Day 2, and we picked up where we left off yesterday: River mile 11.5, where OR Highway 99W crosses the Tualatin River on the south side of Tigard.

We paddled upstream to the edge of the Tualatin River National Wildlife Refuge.

The Tualatin River is flows mainly through farm land, but there is some exurban development and a little river-front property. The 4.2 miles we’ve paddled so far is predominately wooded, pretty much like the picture above (not sure exactly where this one was taken).

River travel gives an uncommon view into a world filled not only with all kinds of wildlife and trees and shrubs draped over placid waters, but derelict irrigation pumps, makeshift riprap, wrecked and working docs, decks and gazebos perched high on the river banks, precarious stairways and ladders to the water, and not as much trash as you might expect (thanks in no small part to the efforts of the Tualatin River Keepers).

Our only wildlife close encounter today was an adolescent female mallard, swimming on a collision course with us from 12 o’clock. We stopped paddling, but she kept at us, only veering away at the last minute, intent on her hunt. And a couple of buzzards, who apparently don’t have as much confidence in our seamanship as we do; they always seem to be around when we’re out.
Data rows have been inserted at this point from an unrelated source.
//! The Tank view: for the picked tank and the product it holds, the power curve (power
//! number against Reynolds number) with today's point, power and torque against the motor
//! and the gearbox, the viscosity the motor implies beside the viscometer's, a side view of
//! the tank with the cavern against the wall and the level, and the cautions.
//!
//! The operator types today's readings (speed, motor current, voltage, temperature); Ctrl-S
//! (or Enter on the Save line) journals them as spot readings on the tank. Once the journal
//! has numbered them, the answer is worked out from what the session holds and journalled as
//! a tank result linked to those readings. Before any save the view shows the answer from
//! the session's latest readings at the tank, else the site's values.

use super::tank_draw;
use super::tank_form::{Focus, Form, TypedReading};
use super::{Draft, Effect, View, ViewId};
use crate::journal::{Payload, Record, ResultKind};
use crate::readings::{ParsedReading, find};
use crate::session::tank_json::tank_json;
use crate::session::tank_live::{TankInputs, TankLive, live};
use crate::session::tank_words;
use crate::site::{Site, Tank};
use crate::text::sanitize;
use crate::tui::ctx::Ctx;
use crate::tui::keymap::{Action, Binding};
use crate::tui::strings::tank as s;
use crate::tui::strings::{caution, views as names};
use crate::tui::widgets::editing::{self, EditStep, Leave};
use ratatui::Frame;
use ratatui::layout::Rect;
use std::cell::Cell;
use std::f64::consts::PI;

/// This view's id.
pub const ID: ViewId = ViewId("tank");

/// The Tank view's own keys; the fields own every other printable key.
const KEYS: &[Binding] = super::FORM_KEYS;

/// Readings sent to the journal, waiting to come back numbered.
#[derive(Debug, Clone, PartialEq)]
struct Pending {
    tank: String,
    product: String,
    want: Vec<Payload>,
    got: Vec<u64>,
}

pub struct TankView {
    form: Form,
    /// A tank picked here; `None` follows the Site view's pick.
    tank_pick: Option<String>,
    pending: Option<Pending>,
    /// The answer on screen (or why there is none).
    shown: Option<Result<TankLive, String>>,
    /// The tank and the inputs of the answer last journalled here: the screen says it is
    /// journalled only while it shows that answer.
    journalled: Option<(String, TankInputs)>,
    message: Option<String>,
    scroll: u16,
    /// How far the answer can scroll, as last drawn (PgDn stops there, so PgUp answers at
    /// once).
    scroll_most: Cell<u16>,
    /// Rows of the answer panel as last drawn: PgUp/PgDn move by this less one.
    page: Cell<u16>,
}

/// The tank the view is about: picked here, else the Site view's pick when it is a tank,
/// else the first tank.
pub fn target<'a>(site: &'a Site, picked: Option<&str>, tank_pick: Option<&str>) -> Option<&'a Tank> {
    tank_pick
        .and_then(|id| site.tank(id))
        .or_else(|| picked.and_then(|id| site.tank(id)))
        .or(site.tanks.first())
}

/// The product in the tank: the Site view's product when the tank itself was picked there,
/// else the tank's own product from the site config.
fn product_for(ctx: &Ctx, tank: &Tank) -> String {
    match (&ctx.picks.equipment, &ctx.picks.product) {
        (Some(e), Some(p)) if *e == tank.id => p.clone(),
        _ => tank.product.clone(),
    }
}

impl TankView {
    pub fn new(_ctx: &Ctx) -> TankView {
        TankView {
            form: Form::new(),
            tank_pick: None,
            pending: None,
            shown: None,
            journalled: None,
            message: None,
            scroll: 0,
            scroll_most: Cell::new(u16::MAX),
            page: Cell::new(4),
        }
    }

    /// The answer on screen, for tests.
    pub fn shown(&self) -> Option<&Result<TankLive, String>> {
        self.shown.as_ref()
    }

    fn target<'a>(&self, ctx: &'a Ctx) -> Option<&'a Tank> {
        target(
            &ctx.site,
            ctx.picks.equipment.as_deref(),
            self.tank_pick.as_deref(),
        )
    }

    fn work_out(&mut self, ctx: &Ctx) {
        self.shown = Some(match self.target(ctx) {
            None => Err(s::NO_TANK.to_string()),
            Some(tank) => {
                let product = product_for(ctx, tank);
                let inputs = TankInputs::latest(&ctx.session, &tank.id);
                live(&ctx.site, &ctx.session, &tank.id, Some(&product), inputs)
                    .map_err(|e| e.to_string())
            }
        });
    }

    /// Whether the answer on screen is the one journalled here.
    fn shows_journalled(&self) -> bool {
        match (&self.journalled, &self.shown) {
            (Some((tank, inputs)), Some(Ok(d))) => *tank == d.tank_id && *inputs == d.inputs,
            _ => false,
        }
    }

    fn cycle_tank(&mut self, ctx: &Ctx, step: isize) {
        let tanks = &ctx.site.tanks;
        let Some(now) = self.target(ctx) else {
            return;
        };
        let at = tanks.iter().position(|t| t.id == now.id).unwrap_or(0) as isize;
        let n = tanks.len() as isize;
        if let Some(t) = tanks.get((at + step).rem_euclid(n) as usize) {
            self.tank_pick = Some(t.id.clone());
            self.scroll = 0;
            self.work_out(ctx);
        }
    }

    fn handle_field(&mut self, action: Action, ctx: &Ctx) -> Vec<Effect> {
        if action == Action::Save {
            return self.save(ctx);
        }
        let focus = self.form.focus;
        let Some(field) = self.form.field_mut(focus) else {
            return Vec::new();
        };
        match editing::apply(field, action) {
            EditStep::Typing => {}
            // Esc puts the field back and leaves the fields, so the view's keys work again.
            EditStep::Cancelled => self.form.focus_on(Focus::Tank),
            EditStep::Accepted(Leave::Below | Leave::Next | Leave::Down) => self.form.next(),
            EditStep::Accepted(Leave::Prev | Leave::Up) => self.form.prev(),
        }
        self.message = None;
        Vec::new()
    }

    fn handle_top(&mut self, action: Action, ctx: &Ctx) -> Vec<Effect> {
        let focus = self.form.focus;
        match action {
            Action::Up => self.form.prev(),
            Action::Down => self.form.next(),
            Action::Left if focus == Focus::Tank => self.cycle_tank(ctx, -1),
            Action::Right if focus == Focus::Tank => self.cycle_tank(ctx, 1),
            Action::Activate if focus == Focus::Save => return self.save(ctx),
            Action::Activate => self.form.next(),
            Action::Save => return self.save(ctx),
            Action::PageUp => self.scroll = self.scroll.saturating_sub(self.page.get()),
            Action::PageDown => {
                let to = self.scroll.saturating_add(self.page.get());
                self.scroll = to.min(self.scroll_most.get());
            }
            Action::Home => self.scroll = 0,
            Action::End => self.scroll = self.scroll_most.get(),
            _ => {}
        }
        Vec::new()
    }

    /// Check the form and the answer it leads to; journal the readings if it can be answered.
    fn save(&mut self, ctx: &Ctx) -> Vec<Effect> {
        let refuse = |view: &mut TankView, text: String| {
            view.message = Some(text.clone());
            vec![Effect::Status(text)]
        };
        let Some(tank) = self.target(ctx) else {
            return refuse(self, s::NO_TANK.to_string());
        };
        let typed = match self.form.check() {
            Ok(t) => t,
            Err(r) => {
                self.form.focus_on(r.focus);
                return refuse(self, r.message);
            }
        };
        let product = product_for(ctx, tank);
        // The same question the journalled readings will pose: refuse now rather than
        // journal readings that give no answer.
        let inputs = with_typed(TankInputs::latest(&ctx.session, &tank.id), &typed);
        if let Err(e) = live(&ctx.site, &ctx.session, &tank.id, Some(&product), inputs) {
            return refuse(self, format!("{}: {e}", s::CANNOT_ANSWER));
        }
        let want: Vec<Payload> = typed.iter().filter_map(payload).collect();
        let equipment = Some(tank.id.clone());
        let mut effects: Vec<Effect> = want
            .iter()
            .map(|p| Effect::Journal(Draft::new(p.clone(), equipment.clone())))
            .collect();
        self.pending = Some(Pending {
            tank: tank.id.clone(),
            product,
            want,
            got: Vec::new(),
        });
        self.form.reset();
        self.message = Some(s::SENT.to_string());
        effects.push(Effect::Status(s::SENT.to_string()));
        effects
    }

    /// The batch came back whole: answer from the session's copy of the readings.
    fn complete(&mut self, ctx: &Ctx) -> Vec<Effect> {
        let Some(p) = self.pending.take() else {
            return Vec::new();
        };
        let inputs = TankInputs::latest(&ctx.session, &p.tank);
        let done = match live(&ctx.site, &ctx.session, &p.tank, Some(&p.product), inputs) {
            Ok(d) => d,
            Err(e) => {
                let text = format!("{}: {e}", s::CANNOT_ANSWER);
                self.message = Some(text.clone());
                return vec![Effect::Status(text)];
            }
        };
        let status = journalled_status(&done);
        let result = result_draft(&done, p.got);
        self.journalled = Some((done.tank_id.clone(), done.inputs));
        self.shown = Some(Ok(done));
        self.scroll = 0;
        self.message = None;
        vec![Effect::Journal(result), Effect::Status(status)]
    }
}

/// The latest inputs with what was just typed laid over them.
fn with_typed(mut inputs: TankInputs, typed: &[TypedReading]) -> TankInputs {
    for t in typed {
        match t.name {
            "agitator-speed" => inputs.readings.speed_rps = Some(t.si / (2.0 * PI)),
            "motor-current" => inputs.readings.motor_current_a = Some(t.si),
            "voltage" => inputs.readings.voltage_v = Some(t.si),
            "temperature" => inputs.temperature_k = Some(t.si),
            _ => {}
        }
    }
    inputs
}

/// A typed reading as a spot-reading record.
fn payload(t: &TypedReading) -> Option<Payload> {
    find(t.name).map(|kind| {
        ParsedReading {
            kind,
            raw: t.raw.clone(),
            value_si: t.si,
            // None of these is a gauge pressure.
            basis: None,
        }
        .payload()
    })
}

/// "Answer for TK-1 journalled: motor at 53 %, gearbox at 47 % of its limit."
fn journalled_status(d: &TankLive) -> String {
    let op = &d.answer.operating;
    let share = |what: &str, c: &crate::mixing::LoadCheck| {
        format!("{} {:.0} %", what.to_lowercase(), 100.0 * c.fraction)
    };
    let parts: Vec<String> = [(s::MOTOR, &op.motor), (s::GEARBOX, &op.gearbox)]
        .into_iter()
        .filter_map(|(what, c)| c.as_ref().map(|c| share(what, c)))
        .collect();
    let loads = match parts.is_empty() {
        true => tank_words::regime(op.point.regime).to_string(),
        false => format!("{} {}", parts.join(", "), s::OF_LIMITS),
    };
    format!(
        "{} {} {}: {loads}.",
        s::ANSWER_FOR,
        sanitize(&d.tank_id, false),
        s::JOURNALLED,
    )
}

/// The answer as a tank result linked to the readings, in the `mix --json` shape plus the
/// tank, product and curve it is about.
fn result_draft(d: &TankLive, from: Vec<u64>) -> Draft {
    let mut data = tank_json(&d.answer);
    data["tank"] = d.tank_id.clone().into();
    data["product"] = d.product.clone().into();
    data["rheology_source"] = d.source.describe().into();
    data["temperature_k"] = d.inputs.temperature_k.into();
    let payload = Payload::Result {
        what: format!("tank {} ({})", d.tank_id, d.product),
        result_kind: Some(ResultKind::Tank),
        from,
        data,
    };
    Draft::new(payload, Some(d.tank_id.clone()))
}

impl View for TankView {
    view_identity!(ID, names::TANK, caution::TANK, KEYS);

    fn handle(&mut self, action: Action, ctx: &Ctx) -> Vec<Effect> {
        if self.form.focus.is_field() {
            return self.handle_field(action, ctx);
        }
        self.handle_top(action, ctx)
    }

    fn refresh(&mut self, ctx: &Ctx) {
        self.work_out(ctx);
    }

    fn answer(&mut self, record: &Record, ctx: &Ctx) -> Vec<Effect> {
        let Some(p) = &mut self.pending else {
            return Vec::new();
        };
        let ours = p.want.get(p.got.len()) == Some(&record.payload)
            && record.equipment.as_deref() == Some(p.tank.as_str());
        if !ours {
            return Vec::new();
        }
        p.got.push(record.seq);
        if p.got.len() < p.want.len() {
            return Vec::new();
        }
        self.complete(ctx)
    }

    fn render(&self, frame: &mut Frame, area: Rect, ctx: &Ctx) {
        let screen = tank_draw::TankScreen {
            form: &self.form,
            tank: self.target(ctx),
            shown: self.shown.as_ref(),
            journalled: self.shows_journalled(),
            waiting: self.pending.is_some(),
            message: self.message.as_deref(),
            scroll: self.scroll,
            scroll_most: &self.scroll_most,
            page: &self.page,
        };
        screen.draw(frame, area, ctx);
    }

    fn editing(&self) -> bool {
        self.form.focus.is_field()
    }

    fn unsaved_input(&self) -> Option<&'static str> {
        self.form.has_input().then_some(s::FORM_NAME)
    }
}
So not as much wildlife today as yesterday, but we did see some colorful human denizens in the water cleaning up a fallen tree to the dulcet tones of Green Day.

Next up: put in at Shamburg Bridge (River mile 16.2) and go downstream to where we left off today.

Tualatin River Diaries, Day 1

by Steve, July 28th, 2012

River mile 9.8 – 11.5

Tualatin River
Photo by Greg Emel

Nancy and I are on a new mission: canoe the safely navigable length of the Tualatin River.

(Special thanks to friend and coworker D, who is letting us test drive his canoe and got us set up with everything. And he taught me a couple crucial knots I shoulda known from being a Cub Scout. Aye aye, cap’n!)

Most of the Tualatin Valley’s population is north of the river’s course, which runs out of the Coast Range near Hagg Lake and meanders through agricultural land and the Tualatin River National Wildlife Refuge south of Suburban Portland’s urban growth boundary. In our neck of the woods, it cuts between Cooper Mountain and Bull Mountain to the northeast and the Chehalem Mountains (Bald Peak) to the southwest, on its way to the Willamette River in West Linn.

Tualatin Riverkeepers, a nonprofit org dedicated to preserving and restoring the river, maps (PDF) about 33 miles of navigable water. This morning we paddled upstream from Cook Park (mile 9.8) the the 99W bridge (mile 11.5) and back.

We saw several happy paddlers in kayaks and one rowboat, as well as two Blue Herons (up close and personal), two Turkey Vultures (a little too close) and a large red-headed woodpecker. To the squirrel N initially mistook for a river otter: sorry for our disappointment, pal. (No pics; need a water-proof camera!)

Next up: 99W upstream into the Tualatin River National Wildlife Refuge.